BEGIN

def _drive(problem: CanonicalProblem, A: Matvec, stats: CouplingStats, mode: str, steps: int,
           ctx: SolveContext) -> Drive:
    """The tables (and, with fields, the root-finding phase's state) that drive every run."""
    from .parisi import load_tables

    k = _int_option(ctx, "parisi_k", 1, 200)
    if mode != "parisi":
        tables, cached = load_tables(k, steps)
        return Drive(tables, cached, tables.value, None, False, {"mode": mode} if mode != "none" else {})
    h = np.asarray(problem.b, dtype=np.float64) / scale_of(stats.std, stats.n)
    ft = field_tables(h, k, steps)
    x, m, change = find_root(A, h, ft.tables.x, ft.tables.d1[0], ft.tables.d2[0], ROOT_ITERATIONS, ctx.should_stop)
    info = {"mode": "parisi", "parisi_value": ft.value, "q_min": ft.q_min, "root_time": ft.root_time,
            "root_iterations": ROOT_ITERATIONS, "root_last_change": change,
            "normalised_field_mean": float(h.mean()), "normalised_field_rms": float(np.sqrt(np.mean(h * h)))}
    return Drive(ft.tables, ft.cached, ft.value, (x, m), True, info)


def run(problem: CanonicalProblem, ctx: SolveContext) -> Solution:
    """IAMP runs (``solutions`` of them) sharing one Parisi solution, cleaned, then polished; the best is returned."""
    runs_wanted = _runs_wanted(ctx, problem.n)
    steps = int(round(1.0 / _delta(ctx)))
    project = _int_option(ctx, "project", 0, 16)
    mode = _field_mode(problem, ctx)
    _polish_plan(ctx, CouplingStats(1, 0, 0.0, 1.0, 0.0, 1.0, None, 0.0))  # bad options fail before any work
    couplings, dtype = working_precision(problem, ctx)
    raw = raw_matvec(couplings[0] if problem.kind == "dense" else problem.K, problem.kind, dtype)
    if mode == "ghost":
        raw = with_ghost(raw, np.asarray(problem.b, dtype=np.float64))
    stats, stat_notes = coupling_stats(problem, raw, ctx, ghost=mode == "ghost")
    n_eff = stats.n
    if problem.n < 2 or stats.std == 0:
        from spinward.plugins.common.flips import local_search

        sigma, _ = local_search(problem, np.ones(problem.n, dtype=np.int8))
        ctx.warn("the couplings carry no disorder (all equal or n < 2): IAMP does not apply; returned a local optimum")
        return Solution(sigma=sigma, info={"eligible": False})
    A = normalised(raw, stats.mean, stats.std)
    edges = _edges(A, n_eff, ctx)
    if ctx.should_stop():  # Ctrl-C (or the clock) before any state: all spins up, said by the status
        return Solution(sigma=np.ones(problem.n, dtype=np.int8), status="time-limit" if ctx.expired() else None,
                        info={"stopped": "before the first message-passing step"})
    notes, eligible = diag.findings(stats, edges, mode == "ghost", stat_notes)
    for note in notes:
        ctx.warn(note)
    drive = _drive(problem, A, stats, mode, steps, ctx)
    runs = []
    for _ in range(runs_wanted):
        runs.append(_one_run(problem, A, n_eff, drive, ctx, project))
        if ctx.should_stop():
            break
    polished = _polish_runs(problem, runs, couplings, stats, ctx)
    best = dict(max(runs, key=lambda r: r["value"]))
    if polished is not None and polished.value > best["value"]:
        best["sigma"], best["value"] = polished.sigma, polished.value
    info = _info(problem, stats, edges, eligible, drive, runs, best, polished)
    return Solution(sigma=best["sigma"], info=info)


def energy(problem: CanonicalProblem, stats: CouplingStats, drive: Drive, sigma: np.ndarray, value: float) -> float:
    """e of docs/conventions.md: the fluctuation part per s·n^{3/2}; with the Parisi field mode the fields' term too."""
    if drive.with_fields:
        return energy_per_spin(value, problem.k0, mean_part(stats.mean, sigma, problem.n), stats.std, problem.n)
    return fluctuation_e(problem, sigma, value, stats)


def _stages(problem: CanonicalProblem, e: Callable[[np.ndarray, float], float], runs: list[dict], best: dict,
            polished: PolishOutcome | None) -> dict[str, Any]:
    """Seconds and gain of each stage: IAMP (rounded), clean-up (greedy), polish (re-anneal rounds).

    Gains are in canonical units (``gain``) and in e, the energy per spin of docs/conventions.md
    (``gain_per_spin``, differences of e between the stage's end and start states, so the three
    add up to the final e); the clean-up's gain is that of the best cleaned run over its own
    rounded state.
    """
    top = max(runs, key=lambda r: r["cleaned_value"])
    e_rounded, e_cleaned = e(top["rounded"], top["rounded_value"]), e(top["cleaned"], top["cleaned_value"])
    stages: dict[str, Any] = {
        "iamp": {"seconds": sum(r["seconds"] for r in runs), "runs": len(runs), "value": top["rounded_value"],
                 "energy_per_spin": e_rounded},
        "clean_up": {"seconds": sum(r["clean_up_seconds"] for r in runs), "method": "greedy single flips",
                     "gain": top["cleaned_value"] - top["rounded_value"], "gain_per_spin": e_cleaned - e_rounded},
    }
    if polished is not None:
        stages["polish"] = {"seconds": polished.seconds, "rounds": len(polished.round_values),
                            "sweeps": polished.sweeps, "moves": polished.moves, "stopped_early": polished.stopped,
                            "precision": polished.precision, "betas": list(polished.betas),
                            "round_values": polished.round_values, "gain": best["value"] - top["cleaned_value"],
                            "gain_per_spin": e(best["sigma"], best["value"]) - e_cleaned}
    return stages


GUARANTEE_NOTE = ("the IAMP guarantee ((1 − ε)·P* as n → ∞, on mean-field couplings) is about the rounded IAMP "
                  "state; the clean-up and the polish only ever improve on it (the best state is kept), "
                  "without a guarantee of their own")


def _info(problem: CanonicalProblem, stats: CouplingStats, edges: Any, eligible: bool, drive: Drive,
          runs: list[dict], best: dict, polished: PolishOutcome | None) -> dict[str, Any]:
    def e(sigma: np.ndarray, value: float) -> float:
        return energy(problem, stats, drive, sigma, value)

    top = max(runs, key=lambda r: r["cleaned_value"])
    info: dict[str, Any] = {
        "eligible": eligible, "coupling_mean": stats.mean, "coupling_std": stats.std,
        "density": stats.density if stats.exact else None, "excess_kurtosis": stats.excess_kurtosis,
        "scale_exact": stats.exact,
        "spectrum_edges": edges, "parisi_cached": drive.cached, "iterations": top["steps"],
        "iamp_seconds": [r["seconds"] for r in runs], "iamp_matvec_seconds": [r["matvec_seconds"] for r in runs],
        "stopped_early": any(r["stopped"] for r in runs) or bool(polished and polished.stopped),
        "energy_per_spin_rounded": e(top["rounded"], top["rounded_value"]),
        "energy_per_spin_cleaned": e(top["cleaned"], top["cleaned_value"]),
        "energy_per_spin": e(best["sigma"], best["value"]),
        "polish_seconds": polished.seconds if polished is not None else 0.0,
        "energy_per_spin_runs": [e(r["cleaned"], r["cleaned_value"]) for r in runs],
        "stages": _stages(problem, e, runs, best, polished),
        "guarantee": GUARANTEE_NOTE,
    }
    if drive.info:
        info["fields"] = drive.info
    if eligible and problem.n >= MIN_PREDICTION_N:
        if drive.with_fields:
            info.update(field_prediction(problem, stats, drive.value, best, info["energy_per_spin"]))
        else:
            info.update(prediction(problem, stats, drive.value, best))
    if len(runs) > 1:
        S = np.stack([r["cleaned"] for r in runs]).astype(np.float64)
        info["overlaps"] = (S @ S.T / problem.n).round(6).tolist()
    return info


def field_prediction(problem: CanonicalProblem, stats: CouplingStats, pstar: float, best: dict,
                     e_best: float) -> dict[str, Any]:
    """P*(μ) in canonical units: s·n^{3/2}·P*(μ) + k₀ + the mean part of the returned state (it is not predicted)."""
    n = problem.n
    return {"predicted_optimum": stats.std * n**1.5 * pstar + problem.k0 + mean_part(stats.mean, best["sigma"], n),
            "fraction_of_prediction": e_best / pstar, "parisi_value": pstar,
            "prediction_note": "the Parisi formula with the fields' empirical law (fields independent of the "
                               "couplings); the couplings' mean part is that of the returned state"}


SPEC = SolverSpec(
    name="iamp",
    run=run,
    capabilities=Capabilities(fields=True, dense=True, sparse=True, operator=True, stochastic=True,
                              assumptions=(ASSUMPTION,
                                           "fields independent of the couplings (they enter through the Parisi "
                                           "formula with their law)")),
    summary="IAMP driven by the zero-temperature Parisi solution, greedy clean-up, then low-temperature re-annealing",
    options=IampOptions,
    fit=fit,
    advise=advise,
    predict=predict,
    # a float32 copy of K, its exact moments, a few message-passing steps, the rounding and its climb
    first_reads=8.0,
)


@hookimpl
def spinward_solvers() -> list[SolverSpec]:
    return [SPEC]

END
BEGIN

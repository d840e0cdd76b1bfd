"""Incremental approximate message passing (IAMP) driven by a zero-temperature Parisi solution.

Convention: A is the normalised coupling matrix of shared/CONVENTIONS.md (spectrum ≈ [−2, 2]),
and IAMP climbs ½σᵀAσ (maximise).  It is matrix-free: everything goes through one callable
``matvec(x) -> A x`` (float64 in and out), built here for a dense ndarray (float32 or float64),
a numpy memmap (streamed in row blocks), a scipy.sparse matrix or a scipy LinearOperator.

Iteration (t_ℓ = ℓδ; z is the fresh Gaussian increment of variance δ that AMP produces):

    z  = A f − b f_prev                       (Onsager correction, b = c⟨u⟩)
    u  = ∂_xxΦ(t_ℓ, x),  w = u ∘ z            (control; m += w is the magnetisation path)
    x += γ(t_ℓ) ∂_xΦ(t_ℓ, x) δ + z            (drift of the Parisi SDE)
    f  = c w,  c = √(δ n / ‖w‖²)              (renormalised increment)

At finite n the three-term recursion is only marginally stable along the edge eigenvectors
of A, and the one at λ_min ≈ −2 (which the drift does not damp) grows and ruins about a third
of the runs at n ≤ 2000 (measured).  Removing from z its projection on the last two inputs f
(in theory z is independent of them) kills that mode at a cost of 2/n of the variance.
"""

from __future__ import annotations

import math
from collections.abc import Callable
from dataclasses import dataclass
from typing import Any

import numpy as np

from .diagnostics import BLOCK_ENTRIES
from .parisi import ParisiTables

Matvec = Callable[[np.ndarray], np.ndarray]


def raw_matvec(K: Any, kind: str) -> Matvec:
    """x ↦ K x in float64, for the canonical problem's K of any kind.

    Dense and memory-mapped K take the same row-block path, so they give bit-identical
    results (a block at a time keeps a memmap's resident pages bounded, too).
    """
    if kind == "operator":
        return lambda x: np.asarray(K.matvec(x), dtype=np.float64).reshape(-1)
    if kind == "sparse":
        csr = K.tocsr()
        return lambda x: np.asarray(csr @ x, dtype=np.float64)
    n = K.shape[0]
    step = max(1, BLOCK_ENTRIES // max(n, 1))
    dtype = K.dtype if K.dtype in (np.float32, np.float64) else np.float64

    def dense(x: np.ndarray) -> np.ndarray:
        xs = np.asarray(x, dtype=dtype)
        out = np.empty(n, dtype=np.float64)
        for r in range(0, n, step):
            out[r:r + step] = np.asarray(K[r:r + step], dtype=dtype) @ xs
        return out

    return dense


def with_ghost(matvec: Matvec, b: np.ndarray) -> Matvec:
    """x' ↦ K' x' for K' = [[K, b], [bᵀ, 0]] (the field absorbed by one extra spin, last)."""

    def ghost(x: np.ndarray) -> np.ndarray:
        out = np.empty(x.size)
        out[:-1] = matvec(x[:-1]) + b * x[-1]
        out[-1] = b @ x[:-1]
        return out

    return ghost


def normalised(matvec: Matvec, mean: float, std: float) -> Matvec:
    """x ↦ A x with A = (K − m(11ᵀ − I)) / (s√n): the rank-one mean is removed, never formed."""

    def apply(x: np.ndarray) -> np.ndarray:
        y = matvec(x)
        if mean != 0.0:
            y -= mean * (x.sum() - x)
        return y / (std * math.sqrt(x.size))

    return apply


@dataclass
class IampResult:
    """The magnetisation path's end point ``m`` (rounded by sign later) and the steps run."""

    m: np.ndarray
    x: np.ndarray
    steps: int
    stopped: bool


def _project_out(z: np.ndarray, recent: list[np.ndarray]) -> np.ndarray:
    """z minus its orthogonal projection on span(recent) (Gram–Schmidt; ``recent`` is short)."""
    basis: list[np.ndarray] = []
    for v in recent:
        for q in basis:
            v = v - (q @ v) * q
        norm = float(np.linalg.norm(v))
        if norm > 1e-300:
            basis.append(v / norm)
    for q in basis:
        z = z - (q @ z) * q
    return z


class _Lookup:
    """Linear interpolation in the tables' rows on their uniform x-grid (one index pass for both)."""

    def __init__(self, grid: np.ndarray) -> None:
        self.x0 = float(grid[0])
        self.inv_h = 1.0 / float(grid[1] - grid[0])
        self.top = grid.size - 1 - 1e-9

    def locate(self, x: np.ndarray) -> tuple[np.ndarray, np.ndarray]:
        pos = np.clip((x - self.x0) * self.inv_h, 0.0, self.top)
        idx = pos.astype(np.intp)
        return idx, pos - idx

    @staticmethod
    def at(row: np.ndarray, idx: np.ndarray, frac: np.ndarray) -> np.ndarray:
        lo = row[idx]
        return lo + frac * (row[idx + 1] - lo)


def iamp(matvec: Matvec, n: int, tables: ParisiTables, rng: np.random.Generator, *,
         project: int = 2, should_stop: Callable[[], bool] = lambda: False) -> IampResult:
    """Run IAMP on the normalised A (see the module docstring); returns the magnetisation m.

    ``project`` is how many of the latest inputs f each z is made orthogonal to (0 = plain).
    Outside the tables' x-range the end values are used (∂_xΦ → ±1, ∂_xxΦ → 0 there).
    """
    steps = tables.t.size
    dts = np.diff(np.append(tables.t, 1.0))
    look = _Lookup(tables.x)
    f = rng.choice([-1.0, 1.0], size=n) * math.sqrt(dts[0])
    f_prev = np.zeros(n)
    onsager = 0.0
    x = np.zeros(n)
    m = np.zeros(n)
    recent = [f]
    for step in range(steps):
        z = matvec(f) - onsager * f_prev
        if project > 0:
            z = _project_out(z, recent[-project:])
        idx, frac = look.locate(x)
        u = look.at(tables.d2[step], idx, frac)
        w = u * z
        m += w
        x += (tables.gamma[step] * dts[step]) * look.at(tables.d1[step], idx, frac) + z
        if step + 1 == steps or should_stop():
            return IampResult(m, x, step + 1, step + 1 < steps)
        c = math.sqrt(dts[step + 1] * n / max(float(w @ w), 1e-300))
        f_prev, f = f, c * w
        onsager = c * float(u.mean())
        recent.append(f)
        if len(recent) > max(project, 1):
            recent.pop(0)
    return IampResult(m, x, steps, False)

END
BEGIN

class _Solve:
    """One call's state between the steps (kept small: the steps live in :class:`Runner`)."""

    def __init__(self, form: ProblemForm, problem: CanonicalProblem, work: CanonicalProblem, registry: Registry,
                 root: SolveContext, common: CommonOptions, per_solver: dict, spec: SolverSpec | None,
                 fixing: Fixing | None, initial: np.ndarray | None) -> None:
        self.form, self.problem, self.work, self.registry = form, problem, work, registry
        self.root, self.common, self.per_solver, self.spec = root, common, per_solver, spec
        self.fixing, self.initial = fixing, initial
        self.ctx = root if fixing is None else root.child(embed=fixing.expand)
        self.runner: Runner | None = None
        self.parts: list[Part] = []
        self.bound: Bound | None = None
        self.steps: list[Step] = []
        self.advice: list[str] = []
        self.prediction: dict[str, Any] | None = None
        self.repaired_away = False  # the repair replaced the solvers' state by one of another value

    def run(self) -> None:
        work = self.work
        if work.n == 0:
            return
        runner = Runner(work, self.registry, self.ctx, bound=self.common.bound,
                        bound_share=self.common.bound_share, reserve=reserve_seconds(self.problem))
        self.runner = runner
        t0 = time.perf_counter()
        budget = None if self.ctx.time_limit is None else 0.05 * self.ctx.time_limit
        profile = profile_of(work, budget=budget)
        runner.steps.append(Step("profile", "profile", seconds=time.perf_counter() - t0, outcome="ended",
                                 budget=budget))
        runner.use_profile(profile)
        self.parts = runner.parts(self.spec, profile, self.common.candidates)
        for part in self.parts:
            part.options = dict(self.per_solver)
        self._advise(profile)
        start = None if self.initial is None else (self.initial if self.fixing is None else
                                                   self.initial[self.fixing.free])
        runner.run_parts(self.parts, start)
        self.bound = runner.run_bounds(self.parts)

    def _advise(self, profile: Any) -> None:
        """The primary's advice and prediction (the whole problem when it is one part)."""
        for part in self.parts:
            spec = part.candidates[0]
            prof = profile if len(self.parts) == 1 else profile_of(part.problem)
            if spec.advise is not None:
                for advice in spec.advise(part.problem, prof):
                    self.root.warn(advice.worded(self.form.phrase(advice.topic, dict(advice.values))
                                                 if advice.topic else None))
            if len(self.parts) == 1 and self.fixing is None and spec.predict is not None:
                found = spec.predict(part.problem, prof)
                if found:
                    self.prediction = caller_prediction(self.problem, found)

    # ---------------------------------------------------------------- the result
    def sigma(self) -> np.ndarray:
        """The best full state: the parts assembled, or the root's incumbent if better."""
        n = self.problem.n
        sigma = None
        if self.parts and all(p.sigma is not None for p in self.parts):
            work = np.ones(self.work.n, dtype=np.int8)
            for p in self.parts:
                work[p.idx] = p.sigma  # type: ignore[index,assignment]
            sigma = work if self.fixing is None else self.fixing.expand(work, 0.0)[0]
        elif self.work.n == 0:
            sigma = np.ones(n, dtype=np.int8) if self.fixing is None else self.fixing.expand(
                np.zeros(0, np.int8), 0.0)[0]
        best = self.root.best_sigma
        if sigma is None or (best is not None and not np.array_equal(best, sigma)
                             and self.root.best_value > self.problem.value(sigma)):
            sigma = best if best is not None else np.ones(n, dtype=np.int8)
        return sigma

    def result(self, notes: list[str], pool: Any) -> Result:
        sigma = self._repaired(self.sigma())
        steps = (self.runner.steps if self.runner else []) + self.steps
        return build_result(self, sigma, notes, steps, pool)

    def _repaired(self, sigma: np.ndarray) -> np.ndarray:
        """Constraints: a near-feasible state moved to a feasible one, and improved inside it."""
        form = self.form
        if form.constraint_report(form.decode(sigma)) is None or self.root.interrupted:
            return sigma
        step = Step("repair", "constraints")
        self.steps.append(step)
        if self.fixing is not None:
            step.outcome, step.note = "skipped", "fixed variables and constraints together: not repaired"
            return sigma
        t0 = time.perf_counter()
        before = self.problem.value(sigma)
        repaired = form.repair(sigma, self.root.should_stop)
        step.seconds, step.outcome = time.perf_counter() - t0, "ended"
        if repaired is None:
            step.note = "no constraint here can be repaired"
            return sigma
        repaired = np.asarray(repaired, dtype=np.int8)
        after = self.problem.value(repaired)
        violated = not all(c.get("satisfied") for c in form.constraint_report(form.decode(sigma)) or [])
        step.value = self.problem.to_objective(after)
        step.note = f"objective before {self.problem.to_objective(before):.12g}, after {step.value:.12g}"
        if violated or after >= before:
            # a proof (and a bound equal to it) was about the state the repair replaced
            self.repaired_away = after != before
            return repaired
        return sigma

END

**Task**.
Could you transcribe the entries above word for word, from the line with "recent.append(f)" down to the line with "return IampResult(m, x, steps, False)", keeping both?

**Expected output**.
        recent.append(f)
        if len(recent) > max(project, 1):
            recent.pop(0)
    return IampResult(m, x, steps, False)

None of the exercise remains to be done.